We conducted a national survey and identified 988 cases of liver disease which did not satisfy the inclusion criteria for any liver disease of known etiology. We expected these cases to include autoimmune liver disease (AILD) and its variant forms. We selected 269 prototype cases for which histological re-evaluation of liver biopsy by independent expert hepatopathologists and the original diagnosis coincided. We did a multiple logistic regression analysis to determine explanatory variables that would distinguish cases of AIH and PBC from those of non-AIH and non-PBC, respectively. We constructed a multivariable diagnostic formula that gave AIH and PBC disease probabilities and validated it in a study of an additional 371 cases (validation group).

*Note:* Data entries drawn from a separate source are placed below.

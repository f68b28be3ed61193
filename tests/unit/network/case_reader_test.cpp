#include <gmock/gmock.h>
#include <gtest/gtest.h>

#include <algorithm>
#include <filesystem>

#include "network/case.hpp"
#include "tests/unit/network/network_support.hpp"

namespace stillzone::network {
namespace {

struct Reading {
  std::optional<Case> the_case;
  std::string faults;
};

/// Reads a case file of the source folder and closes its flow balance, as `check` does.
Reading read(const std::string& path) {
  core::FaultList faults;
  const std::filesystem::path file(path);
  const auto document = core::JsonDocument::parse(
      file_text(path), file.filename().string(),
      std::filesystem::path(STILLZONE_SOURCE_DIR) / file.parent_path(), faults);
  Reading reading;
  if (document) {
    const core::UnitReader units;
    reading.the_case = read_case(*document, units, faults);
    if (reading.the_case && !FlowBalance::solve(*reading.the_case, *document, faults)) {
      reading.the_case.reset();
    }
  }
  reading.faults = faults.text();
  return reading;
}

std::vector<std::string> files_in(const std::string& folder) {
  std::vector<std::string> files;
  for (const auto& entry :
       std::filesystem::directory_iterator(std::filesystem::path(STILLZONE_SOURCE_DIR) / folder)) {
    if (entry.path().extension() == ".json") {
      files.push_back(folder + "/" + entry.path().filename().string());
    }
  }
  std::ranges::sort(files);
  return files;
}

TEST(CaseReader, EveryShippedCaseIsRightAndBalances) {
  std::size_t n_cases = 0;
  for (const std::string& file : files_in("cases")) {
    if (file_text(file).find("\"case/1\"") == std::string::npos) continue;  // a test or a study
    EXPECT_EQ(read(file).faults, "") << file;
    ++n_cases;
  }
  EXPECT_GE(n_cases, 6U);
}

TEST(CaseReader, EveryBrokenCaseGetsItsExactMessages) {
  const auto files = files_in("tests/program/broken/cases");
  EXPECT_GE(files.size(), 20U);
  for (const std::string& file : files) {
    const Reading reading = read(file);
    EXPECT_FALSE(reading.the_case) << file;
    std::string expected_file = file;
    expected_file.replace(file.rfind(".json"), 5, ".expected");
    EXPECT_EQ(reading.faults, file_text(expected_file)) << file;
  }
}

TEST(CaseReader, TheThreeZoneExampleIsReadInInternalUnits) {
  const Reading reading = read("cases/three_zone_example.json");
  ASSERT_TRUE(reading.the_case) << reading.faults;
  const Case& the_case = *reading.the_case;
  EXPECT_EQ(the_case.title, "Three-zone example");
  EXPECT_NEAR(the_case.temperature.value(), 308.15, 1e-12);
  ASSERT_EQ(the_case.zones.size(), 3U);
  EXPECT_NEAR(the_case.zones[1].volume.value(), 680.0, 1e-9);
  EXPECT_NEAR(the_case.zones[1].gas->coefficient.value(), 20.0, 1e-9);
  EXPECT_NEAR(the_case.headspaces[0].pipe.coefficient.value(), 5e4, 1e-6);
  EXPECT_NEAR(the_case.headspaces[0].pipe.back_pressure.value(), 1.013, 1e-12);
  const auto lipids = the_case.kinetics.component("X_li");
  ASSERT_TRUE(lipids);
  EXPECT_DOUBLE_EQ(the_case.feeds[0].state[*lipids].value, 5.0);
  EXPECT_NEAR(the_case.schedules[0].timeline.mean(0.0, 1.0), 0.24, 1e-12);
  EXPECT_EQ(the_case.run.kind, RunSettings::Kind::dynamic);
  EXPECT_EQ(the_case.run.start, RunSettings::Start::steady);
  EXPECT_NEAR(the_case.run.until.value(), 60.0, 1e-12);
  EXPECT_NEAR(the_case.run.record_every.value(), 0.25, 1e-12);
  EXPECT_TRUE(the_case.warnings.empty());
}

TEST(CaseReader, RecordsFollowTheirTable) {
  const Reading reading = read("cases/load_steps.json");
  ASSERT_TRUE(reading.the_case) << reading.faults;
  const Feed& feed = reading.the_case->feeds[0];
  ASSERT_TRUE(feed.flow.record && feed.load.record);
  EXPECT_DOUBLE_EQ(feed.flow.record->value_from(20.0), 130.0);
  EXPECT_DOUBLE_EQ(feed.load.record->value_from(13.0), 1.5);
}

TEST(CaseReader, AGivenStartHoldsWhatItNames) {
  const Reading reading = read("cases/tracer_pulse.json");
  ASSERT_TRUE(reading.the_case) << reading.faults;
  EXPECT_EQ(reading.the_case->run.start, RunSettings::Start::given);
  EXPECT_DOUBLE_EQ(reading.the_case->run.given_start.at("inlet").begin()->second, 1.0);
}

}  // namespace
}  // namespace stillzone::network
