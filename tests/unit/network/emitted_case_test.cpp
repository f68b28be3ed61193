// An emitted case must be what was fitted: its network, read back, has the model's residence times.
#include <fmt/format.h>
#include <gtest/gtest.h>

#include <cmath>

#include "core/units.hpp"
#include "network/tracer/emitted_case.hpp"
#include "network/tracer/network_residence.hpp"
#include "network/tracer/zone_layout.hpp"

namespace stillzone::network {
namespace {

TracerTest digester() {
  TracerTest test;
  test.title = "invented";
  test.volume = core::Volume(3000.0);
  test.mean_flow = core::FlowRate(150.0);
  return test;
}

/// A fit of a candidate at given values, with a covariance of its own.
ModelFit fit_at(const std::string& name, const std::vector<double>& values) {
  const auto model = make_rtd_model(name, core::Volume(3000.0), core::FlowRate(150.0));
  ModelFit fit;
  fit.name = name;
  fit.meaning = std::string(model->meaning());
  const std::size_t n = values.size();
  fit.covariance.assign(n * n, 0.0);
  for (std::size_t j = 0; j < n; ++j) {
    FittedParameter p;
    p.name = model->parameters()[j].name;
    p.value = values[j];
    p.standard_error = 0.02 * std::abs(values[j]);
    p.identified = true;
    fit.covariance[j * n + j] = p.standard_error * p.standard_error;
    fit.parameters.push_back(p);
  }
  return fit;
}

struct ReadBack {
  Case the_case;
  std::unique_ptr<const RtdModel> residence;
};

ReadBack read_back(const std::string& text) {
  core::FaultList faults;
  const core::UnitReader units;
  const auto document = core::JsonDocument::parse(text, "emitted.json", ".", faults);
  EXPECT_TRUE(document) << faults.text();
  auto the_case = read_case(*document, units, faults);
  EXPECT_TRUE(the_case) << faults.text() << text;
  const auto balance = FlowBalance::solve(*the_case, *document, faults);
  EXPECT_TRUE(balance) << faults.text();
  auto network =
      std::make_shared<const WaterNetwork>(*the_case, *balance, std::vector<WaterQuantity>{});
  ReadBack result{.the_case = std::move(*the_case), .residence = nullptr};
  result.residence = network_residence(network, 0, 20.0, "emitted", {});
  return result;
}

struct Emission {
  const char* name;
  std::vector<double> values;
  double variance_lost = 0.0;  ///< [turnovers^2] that the layout is known to add
};

class EmittedCandidate : public ::testing::TestWithParam<Emission> {};

TEST_P(EmittedCandidate, HasTheMeanVarianceAndBypassOfTheModel) {
  const Emission& emission = GetParam();
  const ModelFit fit = fit_at(emission.name, emission.values);
  const auto text = emitted_case(digester(), fit, std::nullopt);
  ASSERT_TRUE(text.ok()) << text.failure().text();
  const ReadBack emitted = read_back(text.value());
  const auto model = make_rtd_model(emission.name, core::Volume(3000.0), core::FlowRate(150.0));
  // Written with eight digits.
  EXPECT_NEAR(emitted.residence->mean({}), model->mean(emission.values), 1e-6);
  EXPECT_NEAR(emitted.residence->variance({}),
              model->variance(emission.values) + emission.variance_lost, 1e-6);
  const auto impulses = model->impulses(emission.values);
  const auto found = emitted.residence->impulses({});
  ASSERT_EQ(found.size(), impulses.size());
  if (!found.empty()) {
    EXPECT_NEAR(found[0].share, impulses[0].share, 1e-7);
  }
}

TEST_P(EmittedCandidate, CarriesTheFitsSpread) {
  const Emission& emission = GetParam();
  const auto text = emitted_case(digester(), fit_at(emission.name, emission.values), std::nullopt);
  ASSERT_TRUE(text.ok());
  const ReadBack emitted = read_back(text.value());
  EXPECT_FALSE(emitted.the_case.free_quantities.empty());
  for (const core::FreeQuantity& quantity : emitted.the_case.free_quantities) {
    ASSERT_TRUE(quantity.spread) << quantity.pointer;
    EXPECT_GT(quantity.spread->a, 0.0);
  }
  EXPECT_EQ(emitted.the_case.joint_spread.has_value(), emitted.the_case.free_quantities.size() > 1);
}

INSTANTIATE_TEST_SUITE_P(
    Candidates, EmittedCandidate,
    ::testing::Values(
        Emission{"one_tank", {2500.0}}, Emission{"tanks_in_series", {2800.0, 2.35}},
        Emission{"tanks_in_series", {2800.0, 1.2}}, Emission{"tanks_in_series", {2800.0, 3.0}},
        Emission{"bypass_dead", {0.7, 0.08}}, Emission{"stagnant_exchange", {0.75, 45.0}},
        Emission{"series_stagnant", {1.6, 0.8, 60.0}},
        Emission{"plug_tank", {2600.0, 0.2}, 0.004 * 2600.0 * 2600.0 / 9e6},
        Emission{"parallel_paths", {2700.0, 0.3, 0.1}}, Emission{"dispersion", {2900.0, 3.2}},
        Emission{"dispersion", {2900.0, 18.0}}),
    [](const auto& test) { return fmt::format("{}_{}", test.param.name, test.index); });

TEST(EmittedCase, VolumesOfMixedAndStillZoneAreFullyAnticorrelated) {
  const auto text =
      emitted_case(digester(), fit_at("stagnant_exchange", {0.75, 45.0}), std::nullopt);
  const ReadBack emitted = read_back(text.value());
  ASSERT_TRUE(emitted.the_case.joint_spread);
  const JointSpread& joint = *emitted.the_case.joint_spread;
  ASSERT_EQ(joint.quantities.size(), 3U);
  EXPECT_EQ(joint.quantities[0], "/zones/core/volume");
  EXPECT_NEAR(joint.correlation[1], -1.0, 1e-9);
  EXPECT_NEAR(joint.correlation[2], 0.0, 1e-9);
  EXPECT_NEAR(emitted.the_case.free_quantities[0].spread->a, 0.02 * 0.75 * 3000.0, 1e-4);
}

TEST(EmittedCase, FewerThanOneTankIsRefused) {
  const auto text =
      emitted_case(digester(), fit_at("tanks_in_series", {2800.0, 0.8}), std::nullopt);
  ASSERT_FALSE(text.ok());
  EXPECT_NE(text.failure().text().find("0.8 tanks in series"), std::string::npos);
}

TEST(EmittedCase, NearlyPlugFlowIsRefused) {
  EXPECT_FALSE(emitted_case(digester(), fit_at("dispersion", {2900.0, 200.0}), std::nullopt).ok());
}

TEST(EmittedCase, TakesAFeedAsItStands) {
  const EmittedFeed feed{.name = "thickened",
                         .block = {{"flow", "140 m3/d"}, {"state", {{"X_c", 40.0}}}}};
  const auto text = emitted_case(digester(), fit_at("one_tank", {2500.0}), feed);
  const ReadBack emitted = read_back(text.value());
  EXPECT_EQ(emitted.the_case.feeds[0].name, "thickened");
  EXPECT_NEAR(emitted.the_case.feeds[0].flow.value, 140.0, 1e-12);
}

}  // namespace
}  // namespace stillzone::network
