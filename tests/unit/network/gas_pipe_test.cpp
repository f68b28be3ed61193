#include "network/gas_pipe.hpp"

#include <gtest/gtest.h>

#include <cmath>

namespace stillzone::network {
namespace {

GasPipe pipe(double opening) {
  return {core::GasConductance(5e4), core::Pressure(1.013), core::Pressure(opening)};
}

TEST(GasPipe, IsShutBelowItsOpeningPressure) {
  for (const double pressure : {0.0, 0.5, 1.0, 1.013, 1.0629, 1.06299}) {
    const PipeFlow flow = pipe_flow(pipe(0.05), pressure);
    EXPECT_EQ(flow.flow, 0.0) << pressure;
    EXPECT_EQ(flow.by_pressure, 0.0) << pressure;
  }
}

TEST(GasPipe, NeverFlowsBackwardAndNeverFallsWithPressure) {
  double before = 0.0;
  for (int k = -1000; k <= 3000; ++k) {
    const PipeFlow flow = pipe_flow(pipe(0.0), 1.013 + k * 1e-8);
    EXPECT_GE(flow.flow, before);
    EXPECT_GE(flow.by_pressure, 0.0);
    before = flow.flow;
  }
}

TEST(GasPipe, IsLinearInTheOverpressureAboveTheBlend) {
  // Rosen and Jeppsson (2006): q = k_p (P - P_atm).
  EXPECT_DOUBLE_EQ(pipe_flow(pipe(0.0), 1.063).flow, 5e4 * (1.063 - 1.013));
  EXPECT_DOUBLE_EQ(pipe_flow(pipe(0.02), 1.063).flow, 5e4 * (1.063 - 1.013 - 0.02));
  EXPECT_DOUBLE_EQ(pipe_flow(pipe(0.0), 1.063).by_pressure, 5e4);
}

TEST(GasPipe, ACheckValveNeedsItsOverpressureToOpen) {  // common practice, no source
  EXPECT_EQ(pipe_flow(pipe(0.02), 1.032).flow, 0.0);
  EXPECT_GT(pipe_flow(pipe(0.02), 1.034).flow, 0.0);
}

TEST(GasPipe, SlopeIsTheDerivativeOfTheFlowAndHasNoJump) {
  constexpr double kWidth = 1e-2;
  const double step = 1e-7;
  for (const double over : {-1e-3, 1e-4, 2e-3, 5e-3, 8e-3, 9.9e-3, 1.1e-2}) {
    const double p = 1.013 + over;
    const double slope = (pipe_flow(pipe(0.0), p + step, kWidth).flow -
                          pipe_flow(pipe(0.0), p - step, kWidth).flow) /
                         (2.0 * step);
    EXPECT_NEAR(pipe_flow(pipe(0.0), p, kWidth).by_pressure, slope, 1e-4 * 5e4) << over;
  }
  // Value, slope and curvature meet at both ends: close to an end the slope differs from the end's
  // by the square of the distance only.
  for (const double distance : {1e-3, 1e-4}) {
    const double s = distance;  // of the width
    const double at_start = pipe_flow(pipe(0.0), 1.013 + s * kWidth, kWidth).by_pressure / 5e4;
    const double at_end =
        1.0 - pipe_flow(pipe(0.0), 1.013 + (1.0 - s) * kWidth, kWidth).by_pressure / 5e4;
    EXPECT_LT(std::abs(at_start), 20.0 * s * s);
    EXPECT_LT(std::abs(at_end), 20.0 * s * s);
  }
}

}  // namespace
}  // namespace stillzone::network
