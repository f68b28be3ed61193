#include "tests/unit/network/network_cases_support.hpp"

namespace stillzone::testing {

const char* const kSludge =
    R"({ "X_ch": 5.0, "X_pr": 20.0, "X_li": 5.0, "X_I": 25.0, "X_c": 2.0, "S_ac": 0.1,
         "S_IN": 0.01, "S_IC": 0.04, "S_cat": 0.04, "S_an": 0.02 })";

std::string every_flow_case(const std::string& kinetics, const std::string& feed_state,
                            const std::string& run) {
  return R"({ "stillzone": "case/1", "title": "every kind of flow", "temperature": "35 degC",
  "kinetics": )" +
         kinetics + R"(,
  "zones": {
    "inlet": { "volume": "400 m3", "gas": { "to": "dome", "kLa": "200 1/d" } },
    "core":  { "volume": "1800 m3", "gas": { "to": "dome", "kLa": "120 1/d" } },
    "floor": { "volume": "700 m3" },
    "top":   { "volume": "300 m3", "temperature": "33 degC", "gas": { "to": "bell", "kLa": "300 1/d" } },
    "shaft": { "volume": "50 m3", "gas": { "to": "bell", "kLa": "40 1/d" } }
  },
  "headspaces": {
    "dome": { "volume": "250 m3", "pipe": { "coefficient": "5e4 m3/d/bar", "back_pressure": "1.013 bar" } },
    "bell": { "volume": "60 m3", "temperature": "30 degC",
              "pipe": { "coefficient": "2e4 m3/d/bar", "back_pressure": "1.013 bar", "opening_pressure": "0.01 bar" } }
  },
  "feeds": {
    "sludge": { "flow": "150 m3/d", "schedule": "pulses", "state": )" +
         feed_state + R"( },
    "scum":   { "flow": "20 m3/d", "state": )" +
         feed_state + R"( }
  },
  "outlets": ["overflow", "bottom"],
  "schedules": {
    "mixing": { "every": "1 h", "on_for": "12 min", "idle": 0.05 },
    "pulses": { "every": "1 d", "on_for": "6 h", "first_on": "2 h" }
  },
  "flows": [
    { "from": "sludge", "to": "inlet", "share": 0.8 },
    { "from": "sludge", "to": "overflow", "share": 0.05 },
    { "from": "sludge", "to": "core" },
    { "from": "scum", "to": "top" },
    { "from": "inlet", "to": "core" },
    { "from": "core", "to": "shaft", "flow": "900 m3/d" },
    { "from": "shaft", "to": "inlet" },
    { "from": "core", "to": "top" },
    { "from": "top", "to": "bottom", "share": 0.3 },
    { "from": "top", "to": "overflow" },
    { "between": ["core", "floor"], "flow": "90 m3/d" },
    { "between": ["core", "top"], "flow": "2500 m3/d", "schedule": "mixing" }
  ],
  "run": )" +
         run + " }";
}

std::string one_tank_case(const std::string& feed_extra, const std::string& schedules,
                          const std::string& run) {
  return R"({ "stillzone": "case/1", "title": "one tank", "temperature": "35 degC", "kinetics": "adm1",
  "zones": { "tank": { "volume": "3400 m3", "gas": { "to": "dome", "kLa": "200 1/d" } } },
  "headspaces": { "dome": { "volume": "300 m3",
    "pipe": { "coefficient": "5e4 m3/d/bar", "back_pressure": "1.013 bar" } } },
  "feeds": { "sludge": { "flow": "170 m3/d", "state": )" +
         std::string(kSludge) + feed_extra + R"( } },
  "outlets": ["overflow"],
  "schedules": )" +
         schedules + R"(,
  "flows": [ { "from": "sludge", "to": "tank" }, { "from": "tank", "to": "overflow" } ],
  "run": )" +
         run + " }";
}

}  // namespace stillzone::testing
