#include "core/continuation/spectrum.hpp"

#include <Eigen/Dense>
#include <Eigen/Eigenvalues>
#include <algorithm>
#include <cmath>

#include "core/dae/evaluation.hpp"
#include "core/require.hpp"

namespace stillzone::core {

namespace {

std::optional<std::complex<double>> dominant_of(const Eigen::MatrixXd& matrix) {
  if (!matrix.allFinite()) return std::nullopt;
  const Eigen::EigenSolver<Eigen::MatrixXd> solver(matrix, false);
  if (solver.info() != Eigen::Success || matrix.rows() == 0) return std::nullopt;
  const auto& values = solver.eigenvalues();
  std::complex<double> dominant = values[0];
  for (Eigen::Index i = 1; i < values.size(); ++i) {
    if (values[i].real() > dominant.real()) dominant = values[i];
  }
  return dominant;
}

}  // namespace

std::optional<Spectrum> spectrum_at(DaeSystem& system, std::span<const double> y,
                                    std::size_t most_unknowns) {
  const auto differential = system.differential();
  const auto floors = system.floors();
  std::vector<Eigen::Index> number(y.size());
  Eigen::Index n_d = 0;
  Eigen::Index n_a = 0;
  for (std::size_t i = 0; i < y.size(); ++i) number[i] = differential[i] != 0 ? n_d++ : n_a++;
  if (n_d == 0 || static_cast<std::size_t>(n_d) > most_unknowns) return std::nullopt;

  const SparsePattern& pattern = system.pattern();
  std::vector<double> values(static_cast<std::size_t>(pattern.n_entries()));
  evaluate_jacobian(system, y, values);
  if (!all_finite(values)) return std::nullopt;
  Eigen::MatrixXd dd = Eigen::MatrixXd::Zero(n_d, n_d);
  Eigen::MatrixXd da = Eigen::MatrixXd::Zero(n_d, n_a);
  Eigen::MatrixXd ad = Eigen::MatrixXd::Zero(n_a, n_d);
  Eigen::MatrixXd aa = Eigen::MatrixXd::Zero(n_a, n_a);
  const auto size = [&](std::size_t i) { return std::max(std::abs(y[i]), floors[i]); };
  for (std::size_t j = 0; j < y.size(); ++j) {
    for (auto k = pattern.start[j]; k < pattern.start[j + 1]; ++k) {
      const auto i = static_cast<std::size_t>(pattern.row[static_cast<std::size_t>(k)]);
      const double value = values[static_cast<std::size_t>(k)] * size(j) / size(i);
      if (differential[i] != 0) {
        (differential[j] != 0 ? dd : da)(number[i], number[j]) = value;
      } else {
        (differential[j] != 0 ? ad : aa)(number[i], number[j]) = value;
      }
    }
  }
  if (n_a > 0) dd -= da * aa.partialPivLu().solve(ad);
  const auto dominant = dominant_of(dd);
  if (!dominant) return std::nullopt;
  return Spectrum{*dominant};
}

std::optional<double> spectral_abscissa(std::span<const double> matrix, std::size_t n) {
  SZ_REQUIRE(matrix.size() == n * n && n > 0, "{} entries for order {}", matrix.size(), n);
  using RowMajor = Eigen::Matrix<double, Eigen::Dynamic, Eigen::Dynamic, Eigen::RowMajor>;
  const auto order = static_cast<Eigen::Index>(n);
  const auto dominant = dominant_of(Eigen::Map<const RowMajor>(matrix.data(), order, order));
  if (!dominant) return std::nullopt;
  return dominant->real();
}

}  // namespace stillzone::core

Based on the results of the statistical analysis, we selected three laboratory tests and four histological features as independent variables correlated to the diagnosis of both AIH and PBC. For the validation group, assuming that the original diagnosis was correct, the sensitivity and specificity for AIH were 86.3% and 92.4%, respectively. For PBC the sensitivity and specificity were 82.5% and 63.7%, respectively. A detailed analysis of inconsistent cases showed that the diagnosis based on the formula had given the correct diagnosis, for either AIH or PBC, except for 5 cases (1.3%) in which disease probability was low for both.
A seven-variable formula based on three laboratory tests and four histological features gives significant information for the diagnosis of AILD.